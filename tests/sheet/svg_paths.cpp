#include "svg_paths.hpp"

#include <cairo-svg.h>

#include <catch2/catch.hpp>
#include <sstream>

#include "sheetmill/core/handles.hpp"
#include "sheetmill/core/units.hpp"
#include "support/test_env.hpp"

namespace sheetmill::test {

namespace {

std::string attribute(const std::string& tag, const std::string& name) {
  auto at = tag.find(" " + name + "=\"");
  if (at == std::string::npos) return "";
  auto start = at + name.size() + 3;
  return tag.substr(start, tag.find('"', start) - start);
}

std::string style_value(const std::string& style, const std::string& key) {
  auto at = style.find(key + ":");
  if (at == std::string::npos) return "";
  auto start = at + key.size() + 1;
  return style.substr(start, style.find(';', start) - start);
}

}  // namespace

std::vector<SvgPath> drawn_paths(double width_mm, double height_mm,
                                 const std::function<void(cairo_t*)>& scene,
                                 const std::string& svg_file) {
  {
    CairoSurfacePtr s(
        cairo_svg_surface_create(svg_file.c_str(), width_mm * kPtPerMm, height_mm * kPtPerMm));
    CairoPtr cr(cairo_create(s.get()));
    cairo_scale(cr.get(), kPtPerMm, kPtPerMm);
    scene(cr.get());
    REQUIRE(cairo_status(cr.get()) == CAIRO_STATUS_SUCCESS);
    cr.reset();
    cairo_surface_finish(s.get());
  }
  std::string svg = read_text(svg_file);
  std::vector<SvgPath> out;
  // Glyph outlines are defined in <defs> before the drawing's own group: start after them.
  std::size_t body = svg.find("<g id=\"surface");
  if (body == std::string::npos) body = 0;
  for (std::size_t at = svg.find("<path ", body); at != std::string::npos;
       at = svg.find("<path ", at + 1)) {
    std::string tag = svg.substr(at, svg.find("/>", at) - at);
    std::string style = attribute(tag, "style");
    if (style.empty()) continue;
    SvgPath p;
    p.fill_colour = style_value(style, "fill");
    p.filled = !p.fill_colour.empty() && p.fill_colour != "none";
    if (!p.filled) p.fill_colour.clear();
    p.stroke_colour = style_value(style, "stroke");
    p.stroked = !p.stroke_colour.empty() && p.stroke_colour != "none";
    // Cairo writes user-space coordinates (mm) under transform="matrix(k,0,0,k,0,0)" with
    // k = pt per mm, or device coordinates (pt) without a transform.
    double k = attribute(tag, "transform").empty() ? kMmPerPt : 1.0;
    std::istringstream d(attribute(tag, "d"));
    std::string cmd;
    while (d >> cmd) {
      if (cmd == "M") p.subpaths.emplace_back();
      if (cmd == "M" || cmd == "L") {
        double x = 0, y = 0;
        d >> x >> y;
        p.subpaths.back().push_back({x * k, y * k});
      } else if (cmd == "C") {
        p.has_curves = true;
        double skip = 0;
        for (int i = 0; i < 6; ++i) d >> skip;
      }
    }
    out.push_back(std::move(p));
  }
  return out;
}

}  // namespace sheetmill::test
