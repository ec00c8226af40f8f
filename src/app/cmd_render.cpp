#include <filesystem>

#include "app/commands.hpp"
#include "sheetmill/core/atomic_file.hpp"
#include "sheetmill/core/log.hpp"
#include "sheetmill/project/project.hpp"
#include "sheetmill/render/render.hpp"
#include "sheetmill/style/style.hpp"

namespace sheetmill::app {

namespace {
struct RenderArgs {
  std::string project;
  std::string output;
  std::string sheet;
  double dpi = 150;
  bool write_through_link = false;
};

render::OutputFormat format_for(const std::filesystem::path& out) {
  std::string ext = out.extension().string();
  if (ext == ".png") return render::OutputFormat::png;
  if (ext == ".tif" || ext == ".tiff") return render::OutputFormat::geotiff;
  return render::OutputFormat::pdf;
}
}  // namespace

void add_render_command(CLI::App& app, Action& action, const GlobalOptions&) {
  auto args = std::make_shared<RenderArgs>();
  CLI::App* cmd =
      app.add_subcommand("render", "Render one sheet of a project to PDF (or PNG/GeoTIFF)");
  cmd->add_option("project", args->project, "Project file (YAML)")->required();
  cmd->add_option("-o,--output", args->output, "Output file: .pdf, .png or .tif")->required();
  cmd->add_option("--sheet", args->sheet,
                  "Render this tile-index sheet instead of the project's extent");
  cmd->add_option("--dpi", args->dpi, "Resolution of PNG/GeoTIFF output")
      ->check(CLI::Range(20.0, 1200.0));
  cmd->add_flag("--write-through-link", args->write_through_link,
                "When the output is a symbolic link, replace the file it points to");
  cmd->callback([args, &action] {
    action = [args] {
      // Before the project is read: a bad output path is found at once.
      check_output_target(
          args->output, args->write_through_link ? LinkPolicy::write_through : LinkPolicy::refuse);
      project::Project project = project::load_project(args->project);
      style::Style style = style::load_style(project.style);
      render::RenderOptions options;
      options.format = format_for(args->output);
      options.raster_dpi = args->dpi;
      options.write_through_link = args->write_through_link;
      if (!args->sheet.empty()) options.sheet_id = args->sheet;
      render::RenderReport report = render::render_sheet(project, style, args->output, options);
      for (const auto& layer : report.layers) {
        log::info("layer {}: {} features, {} labels placed, {} dropped", layer.layer,
                  layer.features, layer.labels_placed, layer.labels_dropped);
      }
      log::info(
          "wrote {} in {:.1f} s (relief {:.1f} s, contours {:.1f} s, features {:.1f} s, "
          "labels {:.1f} s, finish {:.1f} s)",
          report.output.string(), report.seconds_total, report.seconds_relief,
          report.seconds_contours, report.seconds_features, report.seconds_labels,
          report.seconds_finish);
      return 0;
    };
  });
}

}  // namespace sheetmill::app
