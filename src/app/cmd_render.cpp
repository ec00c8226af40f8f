// PLACEHOLDER: replaced by the stage that owns this command.
#include "app/commands.hpp"

namespace sheetmill::app {

void add_render_command(CLI::App&, Action&, const GlobalOptions&) {}

}  // namespace sheetmill::app
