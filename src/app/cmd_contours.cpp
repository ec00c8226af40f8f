// `sheetmill contours DEM OUT.gpkg --interval I [--base B] [--index-every N] [--dem-crs CRS]`:
// contour lines prepared for print, written to a GeoPackage with elevation, index, depression and
// supplementary fields. Thin: parses options and calls sheetmill::contours::contour_file().
#include <memory>
#include <optional>
#include <string>

#include "app/commands.hpp"
#include "app/option_checks.hpp"
#include "sheetmill/contours/contour_layer.hpp"
#include "sheetmill/core/atomic_file.hpp"
#include "sheetmill/core/log.hpp"
#include "sheetmill/core/plural.hpp"
#include "sheetmill/core/scale_text.hpp"
#include "sheetmill/core/units.hpp"

namespace sheetmill::app {

void add_contours_command(CLI::App& app, Action& action, const GlobalOptions&) {
  struct Args {
    std::string dem;
    std::string out;
    contours::ContourParams params;
    bool raw = false;
    bool labels = false;
    std::string units = "auto";
    std::string scale = "1:25000";
    std::string dem_crs;
    std::optional<double> sea_level;
  };
  auto args = std::make_shared<Args>();
  args->params.interval_m = 0;  // 0: proposed from the scale and the relief
  CLI::App* cmd = app.add_subcommand(
      "contours", "Contour lines from a DEM, prepared for print, into a GeoPackage");
  cmd->add_option("DEM", args->dem, "Elevation raster (any GDAL raster)")
      ->required()
      ->type_name("FILE");
  cmd->add_option("OUT", args->out, "Output GeoPackage (.gpkg)")->required()->type_name("FILE");
  cmd->add_option("--interval", args->params.interval_m,
                  "Contour interval, in --units (default: proposed from the scale and relief)")
      ->check(positive_number("a contour interval"))
      ->type_name("HEIGHT");
  cmd->add_option("--base", args->params.base_m, "Level the intervals count from, in --units")
      ->check(number_from(-20000, 20000, "a base level", "(in --units)"))
      ->type_name("HEIGHT")
      ->capture_default_str();
  cmd->add_option("--units", args->units,
                  "Unit of the interval, base, elevation field and labels: auto (the DEM's "
                  "vertical unit), m, ft or us-ft")
      ->check(one_of({"auto", "m", "ft", "us-ft"}))
      ->type_name("UNIT")
      ->capture_default_str();
  cmd->add_option("--dem-crs", args->dem_crs,
                  "The DEM's CRS when the file states none (for example EPSG:4326); a CRS the "
                  "file states wins")
      ->type_name("CRS");
  cmd->add_option("--sea-level", args->sea_level,
                  "Sea (or water surface) level in --units: lines below it are depth contours "
                  "(field depth), the line at it the coastline (field coastline)")
      ->check(number_from(-40000, 40000, "a sea level", "(in --units)"))
      ->type_name("HEIGHT");
  cmd->add_option("--index-every", args->params.index_every, "Every Nth line is an index contour")
      ->check(whole_number_from(1, "the index-contour step"))
      ->type_name("N")
      ->capture_default_str();
  cmd->add_option("--scale", args->scale,
                  "Scale the lines are prepared for: 1:25000, 1:25 000 or 25000")
      ->check(scale_text())
      ->type_name("1:N")
      ->capture_default_str();
  cmd->add_option("--smoothing", args->params.smoothing_mm, "Generalisation tolerance, mm on paper")
      ->check(number_from(0, 10, "a smoothing tolerance", "mm on paper"))
      ->type_name("MM")
      ->capture_default_str();
  cmd->add_option("--min-loop", args->params.min_loop_mm,
                  "Closed loops shorter than this on paper are dropped, mm")
      ->check(number_from(0, 1000, "a shortest loop", "mm on paper"))
      ->type_name("MM")
      ->capture_default_str();
  cmd->add_flag("--half-interval", args->params.supplementary,
                "Add half-interval lines where the ground is gentle");
  cmd->add_flag("--raw", args->raw, "Write the generator's lines without smoothing or thinning");
  cmd->add_flag("--labels", args->labels,
                "Also place index-contour labels at --scale (layer contour_labels: elevation, "
                "text, angle_deg, up_deg)");
  cmd->callback([&action, args] {
    action = [args] {
      check_output_target(args->out);  // before the DEM is read
      args->params.scale_denominator = *parse_scale_denominator(args->scale);
      contours::ContourFileOptions options;
      options.prepare = !args->raw;
      options.labels = args->labels;
      if (!args->dem_crs.empty()) options.dem_crs = args->dem_crs;
      args->params.sea_level_m = args->sea_level;
      if (args->units == "m") options.unit_m = 1.0;
      if (args->units == "ft") options.unit_m = kMetresPerFoot;
      if (args->units == "us-ft") options.unit_m = kMetresPerUsSurveyFoot;
      auto r = contours::contour_file(args->dem, args->out, args->params, options);
      log::info("contours: wrote {} ({} at {:g} {}, {} closed, {}, {:.1f} km on the ground, {})",
                args->out, counted(r.lines, "line"), r.interval, r.unit.symbol, r.closed,
                counted(r.vertices, "vertex", "vertices"), r.length_m / 1000,
                counted(r.labels, "label"));
      return 0;
    };
  });
}

}  // namespace sheetmill::app
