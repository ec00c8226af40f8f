// `sheetmill index`: plan a tile index over an area and write it as a GeoPackage layer.
#include <algorithm>
#include <cstdio>
#include <memory>

#include "app/commands.hpp"
#include "sheetmill/batch/index_plan.hpp"
#include "sheetmill/batch/option_values.hpp"
#include "sheetmill/batch/tile_index_io.hpp"
#include "sheetmill/core/error.hpp"
#include "sheetmill/core/log.hpp"
#include "sheetmill/core/plural.hpp"

namespace sheetmill::app {

namespace {
struct IndexOptions {
  std::string output;
  std::string layer = "sheets";
  std::string crs;
  std::string scale;
  std::string frame;
  std::string overlap = "0";
  std::string snap = "1km";
  std::string graticule;
  std::string extent;
  std::string area;
  std::string area_layer;
  std::string id_template = "{row_a}{col:2}";
  std::string name_template = "Sheet {id}";
};
}  // namespace

void add_index_command(CLI::App& app, Action& action, const GlobalOptions&) {
  auto opt = std::make_shared<IndexOptions>();
  CLI::App* cmd = app.add_subcommand(
      "index", "Plan the sheets covering an area and write them as a tile index (GeoPackage)");
  cmd->add_option("output", opt->output, "GeoPackage to write (replaced whole)")->required();
  cmd->add_option("--layer", opt->layer, "Layer name")->capture_default_str();
  cmd->add_option("--crs", opt->crs, "Sheet CRS, e.g. EPSG:32633")->required();
  cmd->add_option("--scale", opt->scale, "Scale, e.g. 25000 or 1:25000")->required();
  cmd->add_option("--frame", opt->frame, "Map frame on paper, e.g. 400x300mm (grid alignment)");
  cmd->add_option("--overlap", opt->overlap, "Overlap between neighbours on paper, e.g. 10mm")
      ->capture_default_str();
  cmd->add_option("--snap", opt->snap, "Frame corners fall on multiples of this ground length")
      ->capture_default_str();
  cmd->add_option("--graticule", opt->graticule,
                  "Sheets bounded by meridians and parallels, cell size in minutes, e.g. 7.5x7.5");
  cmd->add_option("--extent", opt->extent, "Area of interest as minx,miny,maxx,maxy in the CRS");
  cmd->add_option("--area", opt->area, "Area of interest as a polygon layer (any CRS)");
  cmd->add_option("--area-layer", opt->area_layer, "Layer of --area (default: the first)");
  cmd->add_option("--id-template", opt->id_template,
                  "Sheet ID: {row} {col} {row:2} {row_a} {col_a} {e_km} {n_km} {lon} {lat}")
      ->capture_default_str();
  cmd->add_option("--name-template", opt->name_template, "Sheet name; may use {id} too")
      ->capture_default_str();
  cmd->callback([opt, &action] {
    action = [opt] {
      batch::IndexSpec spec;
      spec.crs = opt->crs;
      spec.scale_denominator = batch::parse_scale(opt->scale, "--scale");
      if (!opt->graticule.empty()) {
        if (!opt->frame.empty()) throw_input_error("--frame", "use either --frame or --graticule");
        spec.alignment = batch::IndexAlignment::graticule;
        auto [w, h] = batch::parse_minutes(opt->graticule, "--graticule");
        spec.cell_width_min = w;
        spec.cell_height_min = h;
      } else {
        if (opt->frame.empty()) throw_input_error("--frame", "give --frame (or --graticule)");
        auto [w, h] = batch::parse_frame_mm(opt->frame, "--frame");
        spec.frame_width_mm = w;
        spec.frame_height_mm = h;
        spec.overlap_mm = batch::parse_paper_length_mm(opt->overlap, "--overlap");
        spec.snap_m = batch::parse_ground_length_m(opt->snap, "--snap");
      }
      if (!opt->area.empty()) {
        batch::AreaOfInterest a = batch::read_area_polygons(opt->area, opt->area_layer, opt->crs);
        spec.area = a.box;
        spec.area_polygons_wkt = std::move(a.polygons_wkt);
      }
      if (!opt->extent.empty()) {
        Box box = batch::parse_box(opt->extent, "--extent");
        // With both, the box narrows the polygons' area.
        spec.area = spec.area.empty() ? box
                                      : Box::of(std::max(box.min_x, spec.area.min_x),
                                                std::max(box.min_y, spec.area.min_y),
                                                std::min(box.max_x, spec.area.max_x),
                                                std::min(box.max_y, spec.area.max_y));
      }
      if (opt->area.empty() && opt->extent.empty()) {
        throw_input_error("--extent", "give the area of interest with --extent or --area");
      }
      spec.id_template = opt->id_template;
      spec.name_template = opt->name_template;
      batch::IndexPlan plan = batch::plan_tile_index(spec);
      batch::write_tile_index(plan, opt->output, opt->layer);
      int rows = 0, cols = 0;
      for (const auto& s : plan.sheets) {
        rows = std::max(rows, s.row);
        cols = std::max(cols, s.col);
      }
      log::info("index: {} in {} and {} written to {} (layer {})",
                counted(static_cast<long long>(plan.sheets.size()), "sheet"), counted(rows, "row"),
                counted(cols, "column"), opt->output, opt->layer);
      return 0;
    };
  });
}

}  // namespace sheetmill::app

━━━━

PROBLEM STATEMENT: Go through the entries and report every line with the string "depth".

THE COMPLETED TASK:
                  "Sea (or water surface) level in --units: lines below it are depth contours "
                  "(field depth), the line at it the coastline (field coastline)")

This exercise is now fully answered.